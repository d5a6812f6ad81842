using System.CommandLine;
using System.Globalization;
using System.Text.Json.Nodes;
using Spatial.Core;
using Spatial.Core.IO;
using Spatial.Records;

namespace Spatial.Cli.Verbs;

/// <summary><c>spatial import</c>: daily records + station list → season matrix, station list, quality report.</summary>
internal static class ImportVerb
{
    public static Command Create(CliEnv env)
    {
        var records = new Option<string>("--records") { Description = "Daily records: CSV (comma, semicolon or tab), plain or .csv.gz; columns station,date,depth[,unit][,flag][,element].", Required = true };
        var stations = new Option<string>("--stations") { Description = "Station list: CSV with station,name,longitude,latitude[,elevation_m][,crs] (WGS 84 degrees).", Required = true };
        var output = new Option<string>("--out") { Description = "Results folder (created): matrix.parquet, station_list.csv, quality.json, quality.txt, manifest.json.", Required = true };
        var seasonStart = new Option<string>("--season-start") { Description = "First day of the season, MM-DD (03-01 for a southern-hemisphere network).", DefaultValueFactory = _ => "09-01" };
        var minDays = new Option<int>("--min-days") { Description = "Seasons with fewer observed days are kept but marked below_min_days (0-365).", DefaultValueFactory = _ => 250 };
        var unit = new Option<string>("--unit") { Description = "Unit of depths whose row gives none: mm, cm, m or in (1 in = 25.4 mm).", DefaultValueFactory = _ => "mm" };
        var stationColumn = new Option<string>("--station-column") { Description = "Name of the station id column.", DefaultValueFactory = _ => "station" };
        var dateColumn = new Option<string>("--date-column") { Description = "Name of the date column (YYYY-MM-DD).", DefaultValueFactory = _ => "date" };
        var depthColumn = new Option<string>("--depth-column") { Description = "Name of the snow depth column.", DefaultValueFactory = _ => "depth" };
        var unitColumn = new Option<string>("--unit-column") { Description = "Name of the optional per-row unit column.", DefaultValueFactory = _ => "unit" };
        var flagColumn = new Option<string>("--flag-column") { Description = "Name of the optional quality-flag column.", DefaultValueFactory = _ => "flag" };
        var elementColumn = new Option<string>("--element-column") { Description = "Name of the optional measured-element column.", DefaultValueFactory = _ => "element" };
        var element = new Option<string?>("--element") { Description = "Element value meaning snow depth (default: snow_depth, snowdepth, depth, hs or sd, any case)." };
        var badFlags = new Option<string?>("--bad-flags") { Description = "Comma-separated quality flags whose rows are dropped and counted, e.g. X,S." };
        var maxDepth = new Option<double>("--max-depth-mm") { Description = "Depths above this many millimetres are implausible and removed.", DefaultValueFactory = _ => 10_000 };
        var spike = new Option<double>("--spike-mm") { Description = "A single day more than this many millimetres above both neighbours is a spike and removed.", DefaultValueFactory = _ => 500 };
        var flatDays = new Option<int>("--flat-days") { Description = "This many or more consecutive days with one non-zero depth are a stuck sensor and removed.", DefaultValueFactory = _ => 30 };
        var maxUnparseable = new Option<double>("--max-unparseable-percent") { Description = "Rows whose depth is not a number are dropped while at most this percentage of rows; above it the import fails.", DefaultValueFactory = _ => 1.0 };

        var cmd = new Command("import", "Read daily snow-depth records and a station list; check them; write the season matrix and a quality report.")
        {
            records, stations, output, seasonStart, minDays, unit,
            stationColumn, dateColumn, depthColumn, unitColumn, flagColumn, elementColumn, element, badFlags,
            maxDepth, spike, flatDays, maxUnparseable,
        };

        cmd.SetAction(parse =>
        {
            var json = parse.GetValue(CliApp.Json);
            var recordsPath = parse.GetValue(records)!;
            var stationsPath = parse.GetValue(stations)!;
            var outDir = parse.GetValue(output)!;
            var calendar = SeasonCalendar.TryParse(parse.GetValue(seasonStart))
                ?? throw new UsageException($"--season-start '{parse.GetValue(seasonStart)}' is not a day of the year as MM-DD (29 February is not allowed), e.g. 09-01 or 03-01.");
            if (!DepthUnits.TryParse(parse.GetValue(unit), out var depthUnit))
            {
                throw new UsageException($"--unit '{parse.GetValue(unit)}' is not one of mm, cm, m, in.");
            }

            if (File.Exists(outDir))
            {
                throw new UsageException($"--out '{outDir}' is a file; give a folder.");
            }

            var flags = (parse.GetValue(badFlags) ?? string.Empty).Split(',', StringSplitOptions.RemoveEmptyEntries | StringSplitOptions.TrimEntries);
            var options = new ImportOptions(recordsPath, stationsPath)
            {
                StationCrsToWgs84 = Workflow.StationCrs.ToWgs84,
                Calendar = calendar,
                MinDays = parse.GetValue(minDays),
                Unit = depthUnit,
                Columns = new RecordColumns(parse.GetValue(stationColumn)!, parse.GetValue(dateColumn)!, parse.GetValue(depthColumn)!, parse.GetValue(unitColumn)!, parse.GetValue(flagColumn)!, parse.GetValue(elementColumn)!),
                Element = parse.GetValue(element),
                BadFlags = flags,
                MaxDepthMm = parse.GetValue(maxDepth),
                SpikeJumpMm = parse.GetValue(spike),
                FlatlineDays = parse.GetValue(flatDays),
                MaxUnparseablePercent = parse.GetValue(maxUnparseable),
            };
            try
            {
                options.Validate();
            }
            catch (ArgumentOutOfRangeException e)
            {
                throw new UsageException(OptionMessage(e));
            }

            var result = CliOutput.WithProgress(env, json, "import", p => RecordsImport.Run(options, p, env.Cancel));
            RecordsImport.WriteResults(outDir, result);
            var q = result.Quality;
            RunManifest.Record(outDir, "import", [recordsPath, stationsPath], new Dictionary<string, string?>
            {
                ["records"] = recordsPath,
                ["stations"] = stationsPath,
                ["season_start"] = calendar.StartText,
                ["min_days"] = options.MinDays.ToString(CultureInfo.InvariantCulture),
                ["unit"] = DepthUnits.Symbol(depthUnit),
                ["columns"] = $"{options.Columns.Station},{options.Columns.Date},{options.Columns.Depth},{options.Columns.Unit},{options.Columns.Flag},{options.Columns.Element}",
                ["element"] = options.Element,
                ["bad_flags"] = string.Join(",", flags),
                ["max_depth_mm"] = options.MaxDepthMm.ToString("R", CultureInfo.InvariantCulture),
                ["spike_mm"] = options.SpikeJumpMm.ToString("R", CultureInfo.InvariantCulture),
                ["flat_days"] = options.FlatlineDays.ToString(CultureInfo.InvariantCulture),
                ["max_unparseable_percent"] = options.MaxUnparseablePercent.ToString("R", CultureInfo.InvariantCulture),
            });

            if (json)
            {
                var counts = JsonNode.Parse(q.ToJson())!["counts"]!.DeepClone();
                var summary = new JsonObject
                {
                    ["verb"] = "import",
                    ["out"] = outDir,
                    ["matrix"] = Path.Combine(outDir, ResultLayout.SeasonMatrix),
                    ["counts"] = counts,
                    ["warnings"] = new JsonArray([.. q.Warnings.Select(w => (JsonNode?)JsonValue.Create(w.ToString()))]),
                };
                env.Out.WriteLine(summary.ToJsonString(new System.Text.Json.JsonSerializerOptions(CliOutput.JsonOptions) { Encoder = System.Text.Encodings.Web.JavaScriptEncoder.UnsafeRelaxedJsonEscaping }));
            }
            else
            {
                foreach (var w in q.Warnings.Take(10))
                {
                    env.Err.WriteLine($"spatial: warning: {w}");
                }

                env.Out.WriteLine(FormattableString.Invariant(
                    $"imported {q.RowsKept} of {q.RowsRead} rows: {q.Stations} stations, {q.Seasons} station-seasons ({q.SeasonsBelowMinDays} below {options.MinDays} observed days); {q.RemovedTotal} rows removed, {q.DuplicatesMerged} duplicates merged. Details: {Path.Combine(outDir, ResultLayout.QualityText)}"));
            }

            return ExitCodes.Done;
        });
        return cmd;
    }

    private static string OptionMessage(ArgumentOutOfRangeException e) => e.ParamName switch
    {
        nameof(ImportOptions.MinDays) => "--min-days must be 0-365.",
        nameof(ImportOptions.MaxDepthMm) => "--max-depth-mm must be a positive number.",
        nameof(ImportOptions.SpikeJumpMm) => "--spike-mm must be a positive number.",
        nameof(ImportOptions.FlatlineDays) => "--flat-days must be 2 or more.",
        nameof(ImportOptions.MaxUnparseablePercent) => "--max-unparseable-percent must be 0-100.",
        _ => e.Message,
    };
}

--

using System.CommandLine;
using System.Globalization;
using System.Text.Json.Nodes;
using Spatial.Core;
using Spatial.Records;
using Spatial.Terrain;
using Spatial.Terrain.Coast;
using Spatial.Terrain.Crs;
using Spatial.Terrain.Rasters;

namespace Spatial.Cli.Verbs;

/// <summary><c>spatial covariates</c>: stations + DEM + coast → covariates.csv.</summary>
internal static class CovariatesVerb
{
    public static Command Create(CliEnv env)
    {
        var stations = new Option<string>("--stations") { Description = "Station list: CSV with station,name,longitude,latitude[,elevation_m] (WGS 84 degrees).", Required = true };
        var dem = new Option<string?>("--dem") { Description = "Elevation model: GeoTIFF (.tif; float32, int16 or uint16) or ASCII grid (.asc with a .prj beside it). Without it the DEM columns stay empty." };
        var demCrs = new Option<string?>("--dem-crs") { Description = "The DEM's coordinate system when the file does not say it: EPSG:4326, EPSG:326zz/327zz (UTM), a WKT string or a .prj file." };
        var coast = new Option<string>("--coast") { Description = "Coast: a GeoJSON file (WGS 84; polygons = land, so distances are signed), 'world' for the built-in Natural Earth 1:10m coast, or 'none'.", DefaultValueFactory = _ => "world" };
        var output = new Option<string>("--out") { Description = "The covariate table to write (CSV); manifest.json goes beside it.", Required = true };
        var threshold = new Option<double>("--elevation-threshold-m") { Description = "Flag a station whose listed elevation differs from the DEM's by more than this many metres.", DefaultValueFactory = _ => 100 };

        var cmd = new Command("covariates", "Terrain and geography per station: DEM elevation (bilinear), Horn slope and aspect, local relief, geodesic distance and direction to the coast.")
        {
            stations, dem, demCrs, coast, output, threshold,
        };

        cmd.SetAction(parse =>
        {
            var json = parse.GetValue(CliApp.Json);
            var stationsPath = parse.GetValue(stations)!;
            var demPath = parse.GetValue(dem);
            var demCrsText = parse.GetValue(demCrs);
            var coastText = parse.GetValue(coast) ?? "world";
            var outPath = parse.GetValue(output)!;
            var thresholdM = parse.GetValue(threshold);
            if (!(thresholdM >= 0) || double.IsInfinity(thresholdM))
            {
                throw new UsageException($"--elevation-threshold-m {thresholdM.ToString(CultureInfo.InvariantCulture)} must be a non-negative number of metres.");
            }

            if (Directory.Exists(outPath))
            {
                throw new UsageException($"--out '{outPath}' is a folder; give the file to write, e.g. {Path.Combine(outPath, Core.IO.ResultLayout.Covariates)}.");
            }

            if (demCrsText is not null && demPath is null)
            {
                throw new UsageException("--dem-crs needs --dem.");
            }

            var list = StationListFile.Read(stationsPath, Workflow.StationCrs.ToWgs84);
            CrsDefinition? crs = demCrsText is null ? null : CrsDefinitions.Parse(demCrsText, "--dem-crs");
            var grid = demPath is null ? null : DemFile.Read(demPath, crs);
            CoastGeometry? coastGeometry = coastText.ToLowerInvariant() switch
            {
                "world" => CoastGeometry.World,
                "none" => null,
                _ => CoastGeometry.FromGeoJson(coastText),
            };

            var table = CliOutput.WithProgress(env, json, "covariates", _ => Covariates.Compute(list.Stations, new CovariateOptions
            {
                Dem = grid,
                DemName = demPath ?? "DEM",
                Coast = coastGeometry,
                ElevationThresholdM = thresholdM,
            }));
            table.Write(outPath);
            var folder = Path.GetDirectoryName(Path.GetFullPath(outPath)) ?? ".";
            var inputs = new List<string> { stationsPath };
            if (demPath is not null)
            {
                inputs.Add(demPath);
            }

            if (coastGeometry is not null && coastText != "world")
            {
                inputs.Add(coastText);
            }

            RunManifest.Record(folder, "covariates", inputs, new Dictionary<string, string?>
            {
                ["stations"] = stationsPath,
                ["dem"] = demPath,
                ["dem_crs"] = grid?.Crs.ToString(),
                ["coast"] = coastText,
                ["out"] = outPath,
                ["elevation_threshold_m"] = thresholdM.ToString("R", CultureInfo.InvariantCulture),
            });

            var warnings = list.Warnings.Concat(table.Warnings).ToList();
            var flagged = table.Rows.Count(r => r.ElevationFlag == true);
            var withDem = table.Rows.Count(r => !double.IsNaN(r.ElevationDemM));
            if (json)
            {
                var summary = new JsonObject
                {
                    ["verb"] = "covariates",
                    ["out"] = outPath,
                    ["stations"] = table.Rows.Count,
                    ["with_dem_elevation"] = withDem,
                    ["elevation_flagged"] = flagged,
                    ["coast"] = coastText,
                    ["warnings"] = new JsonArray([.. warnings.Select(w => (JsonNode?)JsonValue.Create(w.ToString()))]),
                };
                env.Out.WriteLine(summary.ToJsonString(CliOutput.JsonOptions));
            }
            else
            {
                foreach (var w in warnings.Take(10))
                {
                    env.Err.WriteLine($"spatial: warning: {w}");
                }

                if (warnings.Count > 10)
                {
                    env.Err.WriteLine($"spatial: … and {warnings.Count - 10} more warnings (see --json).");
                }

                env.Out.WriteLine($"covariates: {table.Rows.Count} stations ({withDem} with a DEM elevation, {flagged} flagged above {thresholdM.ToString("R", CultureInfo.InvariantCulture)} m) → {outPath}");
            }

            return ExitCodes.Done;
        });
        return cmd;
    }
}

PROBLEM TO WORK ON: Count up the lines in the entries that hold "than", and respond with that count and no other text.

EXERCISE RESPONSE: 2